I love paper. Books printed on acid-free paper and bound in cloth turn me on. I'm crazy about bookmarks, and I buy too many stickers. I could spend hours in the build-your-own-greeting card section of my neighborhood craft store. My favorite thing to eat is bread, and my second favorite is fruit. (Mm, pineapple.) I read too much and too fast, and I watch too many food shows (two ways of looking at gluttony). Gloomy, rainy weather calms me and so I can't wait to move out of California, which will happen, sadly, too many years from now to count. I'm vegan, though I haven't managed to eliminate honey from my diet yet. I practice yoga; it's the only way I can keep fit. I have a better life than I ever imagined I would (or deserve to) have, but I do my best to enjoy it rather than feel guilty about it. That's my daily struggle -- and also to be thoughtful and observant and honest with myself.

Monday, December 19, 2005

Speed Dating

One September afternoon I was sitting at a green metal table outside a coffee shop waiting for a friend.
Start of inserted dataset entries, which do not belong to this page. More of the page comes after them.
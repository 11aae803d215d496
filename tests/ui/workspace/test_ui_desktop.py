"""Desktop integration: the application object, files opened by the system while
Slackline runs (a QFileOpenEvent on macOS), the desktop entry name and the app icon."""

import os
import subprocess
import sys
import textwrap

from PySide6.QtCore import QSize
from PySide6.QtGui import QImage

from support.ui import sample_plan
from workbench.core.model import Activity, Plan, Settings
from workbench.io.planfile import save_plan
from workbench.resources import resources_dir

SCRIPT = textwrap.dedent("""
    import sys
    from PySide6.QtCore import QCoreApplication, QTimer
    from PySide6.QtGui import QFileOpenEvent, QGuiApplication
    from PySide6.QtWidgets import QApplication
    from workbench.ui.workspace.app import application, run_app

    early, later = sys.argv[1], sys.argv[2]
    app = application()
    print("CLASS", type(app).__name__)
    print("DESKTOP", QGuiApplication.desktopFileName())
    print("ICON", not app.windowIcon().isNull())
    QCoreApplication.postEvent(app, QFileOpenEvent(early))     # before there is a window

    def window():
        return next(w for w in QApplication.topLevelWidgets() if type(w).__name__ == "MainWindow")

    def report(tag):
        QApplication.processEvents()
        print(tag, window().windowTitle().split("[")[0], len(window().session.plan))

    def first():
        report("FIRST")
        QCoreApplication.postEvent(app, QFileOpenEvent(later))  # while the window runs
        QTimer.singleShot(0, second)

    def second():
        report("SECOND")
        QApplication.quit()

    QTimer.singleShot(0, first)
    sys.exit(run_app([]))
""")


def one_activity_plan() -> Plan:
    return Plan(Settings(title="Shed"), [Activity("A", "Build shed", duration=3)], [])


def test_files_opened_by_the_system_reach_the_window(tmp_path):
    early, later = tmp_path / "refit.slw", tmp_path / "shed.slw"
    save_plan(sample_plan(), early)
    save_plan(one_activity_plan(), later)
    env = dict(os.environ, QT_QPA_PLATFORM="offscreen", SLACKLINE_MULTI_INSTANCE="1",
               SLACKLINE_DATA_DIR=str(tmp_path / "data"), XDG_CONFIG_HOME=str(tmp_path / "config"),
               HOME=str(tmp_path))
    result = subprocess.run([sys.executable, "-c", SCRIPT, str(early), str(later)], env=env,
                            capture_output=True, text=True, timeout=180)
    assert result.returncode == 0, result.stderr[-3000:]
    out = dict(line.split(" ", 1) for line in result.stdout.splitlines() if " " in line)
    assert out["CLASS"] == "SlacklineApp"
    assert out["DESKTOP"] == "org.slackline.Slackline"
    assert out["ICON"] == "True"
    assert out["FIRST"] == "refit.slw 7"       # the request that came before the window
    assert out["SECOND"] == "shed.slw 1"       # and the one that came while it ran


def test_app_icon_is_the_installed_one(qapp):
    from workbench.ui import icons
    assert icons.APP_ICON_DIR == resources_dir() / "icon"
    app_icon = icons.icon("app")
    pngs = sorted((resources_dir() / "icon").glob("slackline-*.png"))
    assert len(pngs) >= 5
    for png in pngs:                                        # each rendered size is used as it is
        size = int(png.stem.split("-")[1])
        drawn = app_icon.pixmap(QSize(size, size)).toImage().convertToFormat(QImage.Format.Format_ARGB32)
        assert drawn == QImage(str(png)).convertToFormat(QImage.Format.Format_ARGB32), png.name
    image = app_icon.pixmap(QSize(100, 100)).toImage()     # between the PNG sizes: from the SVG
    assert (image.width(), image.height()) == (100, 100)
    opaque = sum(image.pixelColor(x, y).alpha() > 200 for y in range(0, 100, 5) for x in range(0, 100, 5))
    assert opaque > 50


def test_window_uses_the_app_icon(qapp, qtbot):
    from workbench.ui.icons import app_icon
    from workbench.ui.workspace.window import MainWindow
    window = MainWindow()
    qtbot.addWidget(window)
    want = app_icon().pixmap(QSize(48, 48)).toImage()
    assert window.windowIcon().pixmap(QSize(48, 48)).toImage() == want
    window.files.close()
She was late and I passed the time sketching a woman's face in the back of a notebook. A man -- he looked like a college student, wore one of those many-zippered and many-flapped backpacks -- stopped at my table and said, "Wow, that's a nice drawing." I frowned up at him. It wasn't a nice drawing; it was barely a drawing at all. He pulled a chair from a nearby table, sat down and started talking.

He told me the story of his life, that he worked in the software industry besides being a student, and that he wanted to open his own business one day. He said he liked poetry, asked me if I liked poetry too -- no, I lied -- and made the usual moronic (and okay, okay, well-intentioned) comment about how well I spoke English. I was puzzled and frustrated but couldn't help being polite. I didn't know what he was after. I'm not the kind of woman who has moves put on her; I don't even know what the "moves" are, practically speaking.
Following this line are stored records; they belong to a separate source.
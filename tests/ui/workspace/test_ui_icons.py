"""Our SVG glyphs: every one renders, crisp at 2× scale, in the palette's text colour."""

import pytest
from PySide6.QtCore import QSize
from PySide6.QtGui import QColor, QGuiApplication, QIcon, QPalette

from workbench.ui.icons import ICON_DIR, icon

NAMES = sorted(p.stem for p in ICON_DIR.glob("*.svg"))


def opaque_colours(image) -> set[str]:
    return {image.pixelColor(x, y).name() for y in range(image.height()) for x in range(image.width())
            if image.pixelColor(x, y).alpha() == 255}


@pytest.mark.parametrize("name", NAMES)
def test_icon_renders_at_1x_and_2x(qapp, name):
    glyph = icon(name)
    assert not glyph.isNull()
    small = glyph.pixmap(QSize(16, 16), 1.0).toImage()
    large = glyph.pixmap(QSize(16, 16), 2.0).toImage()
    assert (large.width(), large.height()) == (32, 32)  # drawn at device resolution, not scaled up
    assert opaque_colours(small) and len(opaque_colours(large)) >= 1


def test_glyphs_follow_the_palette_text_colour(qapp):
    original = QGuiApplication.palette()
    try:
        for colour in ("#123456", "#e8e8e8"):
            palette = QPalette(original)
            palette.setColor(QPalette.ColorGroup.Active, QPalette.ColorRole.WindowText, QColor(colour))
            QGuiApplication.setPalette(palette)
            image = icon("save").pixmap(QSize(48, 48), QIcon.Mode.Normal).toImage()
            assert colour in opaque_colours(image)
    finally:
        QGuiApplication.setPalette(original)
    assert len(NAMES) >= 15
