"""Export dialogs open in the open plan's folder, not wherever Slackline was started."""

from pathlib import Path

from support.ui import sample_plan
from workbench.io.planfile import save_plan


def test_exports_start_in_the_plans_folder(window, ui_env, tmp_path, monkeypatch):
    folder = tmp_path / "jobs" / "clinic"
    folder.mkdir(parents=True)
    save_plan(sample_plan(), folder / "refit.slw")
    assert window.files.open_path(str(folder / "refit.slw"))
    asked = []
    ui_env.replies["ask_save_path"] = lambda parent, title, suggested, filters: asked.append(suggested)
    window.menu_actions["export"].trigger()
    window.menu_actions["export_pack"].trigger()
    assert [Path(p).parent for p in asked] == [folder, folder]
    assert Path(asked[0]).name == "Office refit.csv"
    from PySide6.QtWidgets import QFileDialog
    seen = []
    monkeypatch.setattr(QFileDialog, "getSaveFileName", staticmethod(lambda *a: seen.append(a[2]) or ("", "")))
    window.view("Network").export_dialog()
    from workbench.ui.timeline.output import ask_and_export
    ask_and_export(window.view("Timeline"), "png")
    assert [Path(p).parent for p in seen] == [folder, folder]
Well, he was putting the moves on me. That became clear soon enough. To shake him off I told him I had to go grocery shopping. There was a Trader Joe's across from the coffee shop. He said he'd come with me because he had to buy bread. He loved soup in a bread bowl. In the grocery store I darted from one shelf to another, plunged into a group of people to lose him. But he followed me, grinning and hitching up the straps of his backpack. In the vegetable section he asked me to dinner. I'm married, I said. He backed up and lifted his hands, palms towards me. "Oh, well," he said, forcing a smile, and turned on his heels and walked away.

I lingered in the store for a few more minutes to put some distance between me and the guy. I wandered about and turned absent-mindedly on the canned vegetables isle. And there the guy was, talking up another young woman who was trying to pick up a jar of olives of the shelf. "I really like soup in a bread bowl," I overheard him say as I walked by. I waved at him and tried to swallow a peal of laughter. The man lost no time. He must have read some book about how to find love in half an hour or less.

He annoyed me; he was presumptuous and prying, his breath smelled stale, he had no understanding of personal space. But he was also earnest; he mentioned Walt Whitman; he was doing his best. Very few people fit clear-cut categories; very few have simple lives. It's very discomfiting to get a glimpse like that into someone else's messy inner life. But it reminds me that my own inner life is messy too, though in a different way. Willy-nilly, I share in this great strangeness of being human.

1 Comments:

Blogger rabfish said...

You are an incredible writer. What a beautiful last paragraph.